● **Brief**
Output range, inclusive: from the line containing "filename georoute/register/delimited.py" to the line containing "from georoute.register.columns import folded". Restate those lines from the data below word for word and only those.

● **Records from a collection**

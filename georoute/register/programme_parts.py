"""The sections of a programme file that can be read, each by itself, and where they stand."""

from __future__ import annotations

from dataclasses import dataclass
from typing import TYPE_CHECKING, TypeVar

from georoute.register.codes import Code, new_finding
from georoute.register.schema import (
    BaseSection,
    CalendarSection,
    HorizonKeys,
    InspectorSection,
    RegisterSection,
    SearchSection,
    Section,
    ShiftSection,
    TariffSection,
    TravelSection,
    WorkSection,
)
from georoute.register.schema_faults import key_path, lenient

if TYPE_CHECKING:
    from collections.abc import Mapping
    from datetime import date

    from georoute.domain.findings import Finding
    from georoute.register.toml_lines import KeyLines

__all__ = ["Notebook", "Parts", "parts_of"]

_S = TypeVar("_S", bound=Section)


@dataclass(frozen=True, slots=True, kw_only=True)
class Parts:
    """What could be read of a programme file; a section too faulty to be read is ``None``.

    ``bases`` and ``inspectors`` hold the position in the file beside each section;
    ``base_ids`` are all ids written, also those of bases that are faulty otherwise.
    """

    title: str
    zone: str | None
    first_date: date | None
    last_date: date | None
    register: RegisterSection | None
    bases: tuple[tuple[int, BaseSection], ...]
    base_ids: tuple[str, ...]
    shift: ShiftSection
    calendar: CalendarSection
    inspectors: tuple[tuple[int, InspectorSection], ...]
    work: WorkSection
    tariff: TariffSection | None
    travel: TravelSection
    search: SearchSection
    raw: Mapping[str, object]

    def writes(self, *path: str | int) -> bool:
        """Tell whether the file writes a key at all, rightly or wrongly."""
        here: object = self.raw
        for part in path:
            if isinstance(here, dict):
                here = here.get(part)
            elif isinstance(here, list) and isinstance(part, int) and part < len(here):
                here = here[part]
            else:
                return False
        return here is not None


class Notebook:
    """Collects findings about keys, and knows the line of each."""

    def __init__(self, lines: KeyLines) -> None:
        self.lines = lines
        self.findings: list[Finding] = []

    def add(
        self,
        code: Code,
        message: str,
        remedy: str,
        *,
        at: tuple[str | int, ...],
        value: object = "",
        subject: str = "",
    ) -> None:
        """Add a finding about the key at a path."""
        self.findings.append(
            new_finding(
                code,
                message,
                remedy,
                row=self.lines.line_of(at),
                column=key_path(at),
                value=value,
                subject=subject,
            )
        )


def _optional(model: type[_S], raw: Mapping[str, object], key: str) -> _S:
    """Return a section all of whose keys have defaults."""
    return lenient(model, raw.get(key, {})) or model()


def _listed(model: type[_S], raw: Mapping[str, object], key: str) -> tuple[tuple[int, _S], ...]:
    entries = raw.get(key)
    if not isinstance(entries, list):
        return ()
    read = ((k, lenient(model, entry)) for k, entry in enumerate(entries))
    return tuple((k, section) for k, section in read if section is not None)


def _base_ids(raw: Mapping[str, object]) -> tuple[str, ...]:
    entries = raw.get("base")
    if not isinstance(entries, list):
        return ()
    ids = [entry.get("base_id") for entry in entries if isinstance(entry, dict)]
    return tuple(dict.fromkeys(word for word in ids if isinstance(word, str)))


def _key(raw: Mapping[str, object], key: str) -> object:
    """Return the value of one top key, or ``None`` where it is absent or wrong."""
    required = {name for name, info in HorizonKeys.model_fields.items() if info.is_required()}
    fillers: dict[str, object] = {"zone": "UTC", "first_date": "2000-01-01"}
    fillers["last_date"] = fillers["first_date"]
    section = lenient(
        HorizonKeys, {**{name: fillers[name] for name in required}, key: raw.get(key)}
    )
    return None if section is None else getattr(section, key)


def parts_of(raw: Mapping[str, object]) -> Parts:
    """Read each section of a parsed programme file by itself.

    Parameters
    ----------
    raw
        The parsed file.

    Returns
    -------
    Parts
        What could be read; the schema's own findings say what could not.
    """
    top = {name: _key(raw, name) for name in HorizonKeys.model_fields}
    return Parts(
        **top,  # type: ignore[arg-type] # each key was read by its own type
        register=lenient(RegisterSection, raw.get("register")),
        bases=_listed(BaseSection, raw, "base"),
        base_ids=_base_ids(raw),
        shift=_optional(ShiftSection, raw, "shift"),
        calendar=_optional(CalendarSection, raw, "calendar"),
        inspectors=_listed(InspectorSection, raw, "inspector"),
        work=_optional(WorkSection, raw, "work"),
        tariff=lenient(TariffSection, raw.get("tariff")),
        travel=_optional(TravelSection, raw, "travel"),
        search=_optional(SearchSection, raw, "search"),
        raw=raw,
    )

==

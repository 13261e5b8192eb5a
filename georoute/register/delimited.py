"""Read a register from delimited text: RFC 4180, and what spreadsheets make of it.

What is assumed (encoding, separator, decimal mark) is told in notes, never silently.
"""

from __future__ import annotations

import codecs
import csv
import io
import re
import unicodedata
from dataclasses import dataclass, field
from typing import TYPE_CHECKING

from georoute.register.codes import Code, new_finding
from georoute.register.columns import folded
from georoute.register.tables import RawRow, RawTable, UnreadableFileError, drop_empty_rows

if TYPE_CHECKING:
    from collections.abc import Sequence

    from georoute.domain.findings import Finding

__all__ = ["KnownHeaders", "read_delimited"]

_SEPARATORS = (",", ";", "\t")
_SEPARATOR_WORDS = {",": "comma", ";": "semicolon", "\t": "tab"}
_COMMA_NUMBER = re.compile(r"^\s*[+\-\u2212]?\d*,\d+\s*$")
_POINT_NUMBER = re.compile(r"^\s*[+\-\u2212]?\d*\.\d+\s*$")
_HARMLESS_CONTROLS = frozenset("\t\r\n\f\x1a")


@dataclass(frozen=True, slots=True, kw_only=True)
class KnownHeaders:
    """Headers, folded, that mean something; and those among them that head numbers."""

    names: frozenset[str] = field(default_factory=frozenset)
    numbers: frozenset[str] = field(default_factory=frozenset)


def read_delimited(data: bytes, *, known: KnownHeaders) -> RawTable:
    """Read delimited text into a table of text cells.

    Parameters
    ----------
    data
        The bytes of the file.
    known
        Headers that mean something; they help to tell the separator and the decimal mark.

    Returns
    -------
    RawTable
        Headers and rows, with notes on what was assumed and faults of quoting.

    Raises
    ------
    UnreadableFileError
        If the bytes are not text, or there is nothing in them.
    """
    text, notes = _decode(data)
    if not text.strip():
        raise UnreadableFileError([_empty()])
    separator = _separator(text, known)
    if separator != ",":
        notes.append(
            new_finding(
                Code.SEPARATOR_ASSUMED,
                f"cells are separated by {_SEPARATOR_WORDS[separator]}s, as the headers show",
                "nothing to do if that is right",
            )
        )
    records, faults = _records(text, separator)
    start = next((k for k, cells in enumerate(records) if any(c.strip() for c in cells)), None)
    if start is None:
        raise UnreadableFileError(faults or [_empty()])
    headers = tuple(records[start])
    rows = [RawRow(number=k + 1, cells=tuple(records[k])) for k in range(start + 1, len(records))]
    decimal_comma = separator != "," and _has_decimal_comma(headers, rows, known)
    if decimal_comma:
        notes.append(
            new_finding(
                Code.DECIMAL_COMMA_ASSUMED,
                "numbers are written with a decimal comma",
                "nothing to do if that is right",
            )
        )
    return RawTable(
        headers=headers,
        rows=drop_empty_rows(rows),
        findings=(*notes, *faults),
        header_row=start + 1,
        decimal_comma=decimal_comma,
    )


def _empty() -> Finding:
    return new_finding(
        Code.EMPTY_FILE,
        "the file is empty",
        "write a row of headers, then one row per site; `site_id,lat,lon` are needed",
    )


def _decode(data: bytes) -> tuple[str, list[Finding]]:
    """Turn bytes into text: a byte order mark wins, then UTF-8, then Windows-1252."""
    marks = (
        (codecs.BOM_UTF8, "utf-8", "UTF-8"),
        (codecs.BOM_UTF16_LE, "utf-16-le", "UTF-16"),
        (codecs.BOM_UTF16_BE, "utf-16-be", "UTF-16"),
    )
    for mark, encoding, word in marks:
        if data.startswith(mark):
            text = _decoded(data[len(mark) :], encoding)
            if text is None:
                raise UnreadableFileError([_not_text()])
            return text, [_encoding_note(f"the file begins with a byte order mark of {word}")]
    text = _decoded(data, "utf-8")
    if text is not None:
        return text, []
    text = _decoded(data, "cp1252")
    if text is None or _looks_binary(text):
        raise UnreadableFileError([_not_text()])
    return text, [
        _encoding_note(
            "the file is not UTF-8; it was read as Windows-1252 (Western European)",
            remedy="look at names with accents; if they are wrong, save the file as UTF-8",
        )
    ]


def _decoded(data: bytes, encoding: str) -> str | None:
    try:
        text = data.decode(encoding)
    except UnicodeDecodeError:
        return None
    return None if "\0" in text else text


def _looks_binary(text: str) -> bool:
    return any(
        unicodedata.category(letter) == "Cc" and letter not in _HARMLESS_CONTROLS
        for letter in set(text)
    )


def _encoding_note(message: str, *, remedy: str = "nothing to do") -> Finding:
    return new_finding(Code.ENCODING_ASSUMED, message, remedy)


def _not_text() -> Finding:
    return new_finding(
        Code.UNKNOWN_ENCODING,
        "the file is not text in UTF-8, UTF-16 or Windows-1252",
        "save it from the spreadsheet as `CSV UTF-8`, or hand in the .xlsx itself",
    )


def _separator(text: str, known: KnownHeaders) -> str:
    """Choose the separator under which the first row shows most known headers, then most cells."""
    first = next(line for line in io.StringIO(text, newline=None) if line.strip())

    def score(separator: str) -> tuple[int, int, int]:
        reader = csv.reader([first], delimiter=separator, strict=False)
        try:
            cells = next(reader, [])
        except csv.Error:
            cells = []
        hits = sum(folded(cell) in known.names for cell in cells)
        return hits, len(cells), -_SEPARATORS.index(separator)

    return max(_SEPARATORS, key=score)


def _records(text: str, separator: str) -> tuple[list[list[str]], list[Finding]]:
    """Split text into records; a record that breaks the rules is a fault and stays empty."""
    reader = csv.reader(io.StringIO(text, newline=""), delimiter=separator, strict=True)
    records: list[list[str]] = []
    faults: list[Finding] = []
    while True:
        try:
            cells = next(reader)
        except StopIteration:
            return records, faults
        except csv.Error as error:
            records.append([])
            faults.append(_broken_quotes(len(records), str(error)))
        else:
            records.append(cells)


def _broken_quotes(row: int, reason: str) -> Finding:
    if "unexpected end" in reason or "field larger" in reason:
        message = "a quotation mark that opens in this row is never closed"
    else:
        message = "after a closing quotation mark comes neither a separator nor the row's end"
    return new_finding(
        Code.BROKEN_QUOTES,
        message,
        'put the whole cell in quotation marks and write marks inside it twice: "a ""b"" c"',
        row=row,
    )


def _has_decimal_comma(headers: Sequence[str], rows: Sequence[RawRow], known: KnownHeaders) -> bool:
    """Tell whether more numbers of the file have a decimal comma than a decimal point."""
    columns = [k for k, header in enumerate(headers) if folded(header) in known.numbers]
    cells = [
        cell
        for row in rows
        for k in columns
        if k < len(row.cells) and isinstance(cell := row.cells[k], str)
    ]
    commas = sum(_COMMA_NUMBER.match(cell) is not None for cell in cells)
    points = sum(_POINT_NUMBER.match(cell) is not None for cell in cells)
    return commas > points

...

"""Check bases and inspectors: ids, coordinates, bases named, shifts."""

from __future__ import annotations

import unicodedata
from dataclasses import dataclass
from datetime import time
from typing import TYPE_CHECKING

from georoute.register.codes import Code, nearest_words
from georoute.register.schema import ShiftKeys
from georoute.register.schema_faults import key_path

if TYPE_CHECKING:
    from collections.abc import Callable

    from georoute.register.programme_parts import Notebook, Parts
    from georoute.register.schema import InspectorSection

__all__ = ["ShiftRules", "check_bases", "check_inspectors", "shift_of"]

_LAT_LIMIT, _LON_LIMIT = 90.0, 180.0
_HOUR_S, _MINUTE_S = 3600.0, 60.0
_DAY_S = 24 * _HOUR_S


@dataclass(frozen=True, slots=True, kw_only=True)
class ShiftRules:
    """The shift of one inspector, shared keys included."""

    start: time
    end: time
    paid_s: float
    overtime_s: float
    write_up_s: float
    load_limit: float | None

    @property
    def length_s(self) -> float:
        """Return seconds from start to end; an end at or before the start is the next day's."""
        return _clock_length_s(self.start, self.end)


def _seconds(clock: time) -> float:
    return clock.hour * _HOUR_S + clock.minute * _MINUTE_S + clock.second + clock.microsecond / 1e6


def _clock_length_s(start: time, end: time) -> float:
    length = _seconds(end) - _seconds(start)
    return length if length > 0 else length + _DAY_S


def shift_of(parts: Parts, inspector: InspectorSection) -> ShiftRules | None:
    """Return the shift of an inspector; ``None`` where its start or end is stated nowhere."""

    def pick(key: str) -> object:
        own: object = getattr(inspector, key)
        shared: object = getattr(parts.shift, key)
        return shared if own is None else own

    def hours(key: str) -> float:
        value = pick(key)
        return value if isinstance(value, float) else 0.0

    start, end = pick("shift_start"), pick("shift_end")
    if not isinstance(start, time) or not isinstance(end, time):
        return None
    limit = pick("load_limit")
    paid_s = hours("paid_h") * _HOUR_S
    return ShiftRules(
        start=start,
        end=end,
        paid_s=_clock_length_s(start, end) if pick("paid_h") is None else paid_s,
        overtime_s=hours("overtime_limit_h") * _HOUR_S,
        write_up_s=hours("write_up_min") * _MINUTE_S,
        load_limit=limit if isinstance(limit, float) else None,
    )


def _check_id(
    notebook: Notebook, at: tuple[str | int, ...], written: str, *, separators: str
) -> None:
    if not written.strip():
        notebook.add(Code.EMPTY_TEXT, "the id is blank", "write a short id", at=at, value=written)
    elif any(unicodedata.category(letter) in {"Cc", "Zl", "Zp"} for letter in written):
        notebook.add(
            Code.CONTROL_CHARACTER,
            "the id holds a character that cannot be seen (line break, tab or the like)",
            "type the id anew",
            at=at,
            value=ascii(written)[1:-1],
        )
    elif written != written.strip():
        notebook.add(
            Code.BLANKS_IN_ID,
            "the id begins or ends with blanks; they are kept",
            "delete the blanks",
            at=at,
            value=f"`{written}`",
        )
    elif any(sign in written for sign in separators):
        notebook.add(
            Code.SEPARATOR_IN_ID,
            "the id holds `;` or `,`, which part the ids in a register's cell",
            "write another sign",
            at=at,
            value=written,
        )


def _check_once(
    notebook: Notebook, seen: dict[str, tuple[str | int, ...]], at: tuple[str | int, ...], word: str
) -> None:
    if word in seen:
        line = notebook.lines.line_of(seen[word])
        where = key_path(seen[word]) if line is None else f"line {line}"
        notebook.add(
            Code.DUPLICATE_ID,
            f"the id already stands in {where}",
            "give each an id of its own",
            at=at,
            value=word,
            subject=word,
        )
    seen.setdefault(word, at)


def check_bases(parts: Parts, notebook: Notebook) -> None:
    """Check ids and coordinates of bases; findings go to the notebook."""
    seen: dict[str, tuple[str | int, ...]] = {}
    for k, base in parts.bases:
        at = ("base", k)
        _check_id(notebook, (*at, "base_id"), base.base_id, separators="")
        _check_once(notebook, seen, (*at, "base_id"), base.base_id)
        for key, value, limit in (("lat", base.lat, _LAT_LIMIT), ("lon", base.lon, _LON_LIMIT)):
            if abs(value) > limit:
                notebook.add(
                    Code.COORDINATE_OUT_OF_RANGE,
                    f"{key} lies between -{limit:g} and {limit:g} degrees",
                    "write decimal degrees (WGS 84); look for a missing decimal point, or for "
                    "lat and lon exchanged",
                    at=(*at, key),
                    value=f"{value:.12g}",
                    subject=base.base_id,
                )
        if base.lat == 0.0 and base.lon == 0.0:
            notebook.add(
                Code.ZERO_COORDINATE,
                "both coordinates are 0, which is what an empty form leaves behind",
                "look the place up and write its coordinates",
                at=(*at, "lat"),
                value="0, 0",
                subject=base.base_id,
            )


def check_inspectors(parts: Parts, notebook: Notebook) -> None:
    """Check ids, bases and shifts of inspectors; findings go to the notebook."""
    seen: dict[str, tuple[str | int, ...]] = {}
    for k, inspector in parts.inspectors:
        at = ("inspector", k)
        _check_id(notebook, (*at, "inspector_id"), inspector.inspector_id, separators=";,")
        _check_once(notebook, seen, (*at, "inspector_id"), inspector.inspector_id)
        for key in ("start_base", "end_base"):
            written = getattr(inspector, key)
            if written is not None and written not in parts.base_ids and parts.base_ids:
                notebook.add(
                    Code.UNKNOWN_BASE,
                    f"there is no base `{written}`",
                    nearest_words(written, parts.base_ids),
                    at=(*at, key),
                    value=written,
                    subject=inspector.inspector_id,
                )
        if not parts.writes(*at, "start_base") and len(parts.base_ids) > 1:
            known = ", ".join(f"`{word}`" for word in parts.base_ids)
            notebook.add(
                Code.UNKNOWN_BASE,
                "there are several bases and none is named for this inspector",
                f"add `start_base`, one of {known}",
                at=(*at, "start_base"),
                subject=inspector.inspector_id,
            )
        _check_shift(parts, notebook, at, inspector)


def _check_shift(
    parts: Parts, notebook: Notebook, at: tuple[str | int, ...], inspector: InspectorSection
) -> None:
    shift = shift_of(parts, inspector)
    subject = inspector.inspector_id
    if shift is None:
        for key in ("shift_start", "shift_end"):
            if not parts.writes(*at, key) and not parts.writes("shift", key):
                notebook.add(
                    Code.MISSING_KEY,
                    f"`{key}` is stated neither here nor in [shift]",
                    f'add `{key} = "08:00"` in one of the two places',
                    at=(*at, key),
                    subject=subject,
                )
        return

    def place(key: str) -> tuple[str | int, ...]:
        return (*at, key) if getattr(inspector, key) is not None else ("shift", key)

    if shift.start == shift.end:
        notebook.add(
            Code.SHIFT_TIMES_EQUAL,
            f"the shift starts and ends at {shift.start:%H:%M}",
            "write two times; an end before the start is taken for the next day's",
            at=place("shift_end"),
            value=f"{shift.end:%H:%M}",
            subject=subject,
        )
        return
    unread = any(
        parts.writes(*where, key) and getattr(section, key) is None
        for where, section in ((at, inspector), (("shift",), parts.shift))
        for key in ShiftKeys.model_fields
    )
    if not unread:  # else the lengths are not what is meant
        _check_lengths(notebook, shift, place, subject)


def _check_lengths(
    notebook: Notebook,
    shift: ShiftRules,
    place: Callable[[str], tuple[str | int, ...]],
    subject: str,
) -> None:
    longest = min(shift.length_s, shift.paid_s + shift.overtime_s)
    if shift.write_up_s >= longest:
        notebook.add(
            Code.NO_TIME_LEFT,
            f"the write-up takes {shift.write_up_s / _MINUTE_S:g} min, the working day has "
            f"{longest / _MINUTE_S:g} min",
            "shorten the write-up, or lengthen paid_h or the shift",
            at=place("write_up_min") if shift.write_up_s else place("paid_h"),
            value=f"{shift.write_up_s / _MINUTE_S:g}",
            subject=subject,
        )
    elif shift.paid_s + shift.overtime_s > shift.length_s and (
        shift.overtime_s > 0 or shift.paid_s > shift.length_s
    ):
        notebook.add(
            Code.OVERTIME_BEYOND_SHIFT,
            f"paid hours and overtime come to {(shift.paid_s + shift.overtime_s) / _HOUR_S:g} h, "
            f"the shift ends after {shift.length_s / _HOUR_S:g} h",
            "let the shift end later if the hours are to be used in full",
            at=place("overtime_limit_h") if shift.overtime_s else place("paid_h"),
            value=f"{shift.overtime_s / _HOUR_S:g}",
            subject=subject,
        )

● **Expected answer**
filename georoute/register/delimited.py
"""Read a register from delimited text: RFC 4180, and what spreadsheets make of it.

What is assumed (encoding, separator, decimal mark) is told in notes, never silently.
"""

from __future__ import annotations

import codecs
import csv
import io
import re
import unicodedata
from dataclasses import dataclass, field
from typing import TYPE_CHECKING

from georoute.register.codes import Code, new_finding
from georoute.register.columns import folded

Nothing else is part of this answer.